Patents, voluntary and compulsory licences. To assess the impact of patent protection on prices of and access to ARVs, one has to look at the patent status of each drug on a country-by-country basis, taking into account the current voluntary licence agreements as well as compulsory licences.
Voluntary licences are allowing those middle-income countries that are included in the geographical scope of these agreements to procure generic products from the licensees, but only certain middle-income countries are included in the scope of the agreements (for a detailed list of products and countries, see Table A3.1, Annex 3). Given that pharmaceutical companies consider many of these countries as markets, it is unlikely that all middle-income countries will be included in future agreements under the current conditions. Key questions in this regard are:
- What criteria should be used to determine a reasonable price for middle-income countries?
- How can the inclusion of more middle-income countries be facilitated?

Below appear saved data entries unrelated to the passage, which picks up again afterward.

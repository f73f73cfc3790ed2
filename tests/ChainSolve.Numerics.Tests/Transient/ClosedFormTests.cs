using ChainSolve.Numerics.Estimates;
using ChainSolve.Numerics.Iteration;
using ChainSolve.Numerics.Tests.Support;
using ChainSolve.Numerics.Transient;
using ChainSolve.Tests.Shared.Reference;
using static ChainSolve.Numerics.Tests.Transient.ClosedForms;

namespace ChainSolve.Numerics.Tests.Transient;

/// <summary>
/// Chains with a closed form. The forms are those of textbooks (Barlow and Proschan 1965 for the unit, Morse 1958 for the queue,
/// Feller 1968 for births and urns, from memory), evaluated in 256 bits from the same doubles, unless said.
/// </summary>
public class ClosedFormTests
{
    public static TheoryData<double, double, double> Units
    {
        get
        {
            var data = new TheoryData<double, double, double>();
            foreach (var failure in new[] { 1e-12, 1e-6, 0.02, 1, 300 })
            {
                foreach (var time in new[] { 1e-12, 1e-3, 0.7, 40, 1e5, 1e13, 1e30 })
                {
                    data.Add(failure, 1, time);
                    data.Add(failure, 1e-9, time);
                }
            }

            return data;
        }
    }

    [Theory]
    [MemberData(nameof(Units))]
    public void Unit_AnyRatesAndTimes_HasAvailabilityAndDowntime(double failure, double repair, double time)
    {
        var chain = Chains.Of(2, (0, 1, failure), (1, 0, repair));
        var sum = (BigFloat)failure + repair;
        var rise = Rise(sum * time);
        var down = failure / sum * rise;
        var up = (repair + (failure * (BigFloat.One - rise))) / sum;

        // t - (1 - e^-st)/s loses digits where st is small; 256 bits leave enough.
        var downtime = failure / sum * (time - (rise / sum));
        var problem = new TransientProblem
        {
            Generator = chain,
            Start = [1, 0],
            Times = [time],
            Rates = [[1, 0], [0, 1]],
            Totals = [[0, 1], [1, 0]],
            WantsDistributions = true,
        };
        foreach (var (result, relative) in Solve(problem))
        {
            Holds(result.Rates[0][0], up, relative);
            Holds(result.Rates[0][1], down, relative);
            Holds(result.Totals[0][0], downtime, relative);
            Holds(result.Totals[0][1], time - downtime, relative);
            Assert.InRange(Chains.Distance(result.Distributions![0][1], down), 0, relative);
        }
    }

    [Theory]
    [InlineData(0.1)]
    [InlineData(1.5)]
    [InlineData(5)]
    [InlineData(100)]
    public void Stages_InARow_EndLikeAPoissonProcess(double time)
    {
        var chain = Chains.Of(21, [.. Enumerable.Range(0, 20).Select(i => (i, i + 1, 4.0))]);
        var end = new double[21];
        end[20] = 1;
        var alive = end.Select(e => e == 0).ToArray();
        var start = Chains.StartAt(21, 0);
        foreach (var (result, relative) in Solve(new TransientProblem { Generator = chain, Start = start, Times = [time], Rates = [end] }))
        {
            Holds(result.Rates[0][0], PoissonFrom(4 * (BigFloat)time, 20), relative);
        }

        var survive = Enumerable.Repeat(1.0, 21).ToArray();
        foreach (var (result, relative) in Solve(new TransientProblem { Generator = chain, Start = start, Times = [time], Rates = [survive], Alive = alive }))
        {
            var mean = 4 * (BigFloat)time;
            var survival = Enumerable.Range(0, 20).Aggregate(BigFloat.Zero, (s, k) => s + (Power(mean, k) / Factorial(k)));
            Holds(result.Rates[0][0], survival * Decay(mean), relative);
        }
    }

    [Fact]
    public void Births_OfYule_AreGeometric()
    {
        const double Rate = 0.5;
        const double Time = 2;
        const int Count = 200;
        var chain = Chains.Of(Count, [.. Enumerable.Range(1, Count - 1).Select(i => (i - 1, i, Rate * i))]);
        var problem = new TransientProblem { Generator = chain, Start = Chains.StartAt(Count, 0), Times = [Time], WantsDistributions = true };
        foreach (var (result, relative) in Solve(problem))
        {
            for (var n = 1; n < Count; n++)
            {
                var truth = Decay((BigFloat)Rate * Time) * Power(Rise((BigFloat)Rate * Time), n - 1);
                Assert.InRange(Chains.Distance(result.Distributions![0][n - 1], truth), 0, relative);
                Assert.InRange(result.DistributionBounds![0][n - 1] / result.Distributions[0][n - 1], 0, relative);
            }
        }
    }

    [Theory]
    [InlineData(0.001)]
    [InlineData(0.3)]
    [InlineData(20)]
    public void Urns_OfEhrenfest_AreBinomial(double time)
    {
        const int Balls = 40;
        var chain = Chains.BirthDeath([.. Enumerable.Range(0, Balls).Select(i => (double)(Balls - i))], [.. Enumerable.Range(1, Balls).Select(i => (double)i)]);
        var moved = Rise(2 * (BigFloat)time).TimesPowerOfTwo(-1);
        var problem = new TransientProblem { Generator = chain, Start = Chains.StartAt(Balls + 1, 0), Times = [time], WantsDistributions = true };
        foreach (var (result, relative) in Solve(problem))
        {
            for (var k = 0; k <= Balls; k++)
            {
                var truth = Binomial(Balls, k) * Power(moved, k) * Power(BigFloat.One - moved, Balls - k);
                Assert.InRange(Chains.Distance(result.Distributions![0][k], truth), 0, relative);
            }
        }
    }

    [Theory]
    [InlineData(0.5)]
    [InlineData(5)]
    [InlineData(50)]
    public void Queue_WithTenPlaces_HasTheSpectralForm(double time)
    {
        // In plain doubles: sums of cosines that lose a few digits; so the tolerance is that of the form.
        const int Places = 10;
        const double Arrival = 0.8;
        var chain = Chains.BirthDeath([.. Enumerable.Repeat(Arrival, Places)], [.. Enumerable.Repeat(1.0, Places)]);
        var problem = new TransientProblem { Generator = chain, Start = Chains.StartAt(Places + 1, 0), Times = [time], WantsDistributions = true };
        foreach (var (result, _) in Solve(problem))
        {
            for (var n = 0; n <= Places; n++)
            {
                var value = (1 - Arrival) * Math.Pow(Arrival, n) / (1 - Math.Pow(Arrival, Places + 1));
                for (var s = 1; s <= Places; s++)
                {
                    var angle = s * Math.PI / (Places + 1);
                    var root = Math.Sqrt(Arrival);
                    double Wave(int i) => Math.Sin(i * angle) - (root * Math.Sin((i + 1) * angle));
                    value += 2 * Math.Pow(root, n) / (Places + 1) * Wave(0) * Wave(n) / (1 + Arrival - (2 * root * Math.Cos(angle)))
                        * Math.Exp((-(1 + Arrival) * time) + (2 * time * root * Math.Cos(angle)));
                }

                Assert.Equal(value, result.Distributions![0][n], 1e-14);
            }
        }
    }

    /// <summary>All methods that can, each with the relative error that is allowed.</summary>
    internal static IEnumerable<(TransientResult Result, double Relative)> Solve(TransientProblem problem)
    {
        yield return (new SquaringSolver().Solve(problem, SolveContext.Default), 1.2e-16);
        if (new UniformizationSolver().Cost(problem) < 1e7)
        {
            yield return (new UniformizationSolver().Solve(problem, SolveContext.Default), 1.3e-15);
        }
    }

    private static BigFloat Factorial(int k) => Enumerable.Range(1, k).Aggregate(BigFloat.One, (f, i) => f * i);

    private static void Holds(Estimate estimate, BigFloat truth, double relative)
    {
        Assert.True(estimate.IsProved);
        Assert.InRange(Chains.Distance(estimate.Value, truth), 0, relative);
        Assert.True((estimate.Value - truth).Abs <= estimate.Bound + (truth * 1e-60), $"{estimate} and {truth}");
        Assert.InRange(estimate.Bound, 0, estimate.Value * relative);
    }
}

Compulsory licences have been used by a number of countries to access cheaper ARV treatment, including Brazil and Thailand (for a list of all compulsory licences, see Table A3.2, Annex 3). The WHO Global Strategy and Plan of Action on Public Health, Innovation and Intellectual Property, and the United Nations 2011 Political Declaration on HIV/AIDS, mention the flexibilities of the World Trade Organization (WTO) Agreement on Trade-Related Aspects of Intellectual Property Rights (TRIPS Agreement), which includes compulsory licences as one mechanism that can be used to increase access to essential medicines. The mere fact that a compulsory licence could be issued by a government also increases the bargaining power of governments in price negotiations. When used, compulsory licences allow for the import or local production of generic versions. Where there is no generic production (yet), as in the case of some of the third-line drugs, countries cannot import the products readily and the only option would be local production with all its caveats. Where local production is not possible, countries can revert to an additional flexibility adopted by WTO members in 2003. This mechanism allows the import of pharmaceutical products from a WTO member country that has granted a special compulsory licence exclusively for the export of these medicines. However, the use of this mechanism, often referred to as the Paragraph 6 System, has been limited and its impact remains to be evaluated. Strict rules on patentability criteria, as introduced by some countries, can limit the number of secondary patents. For example, the absence of patents on fixed-dose combinations or paediatric versions allows earlier market entry of these products.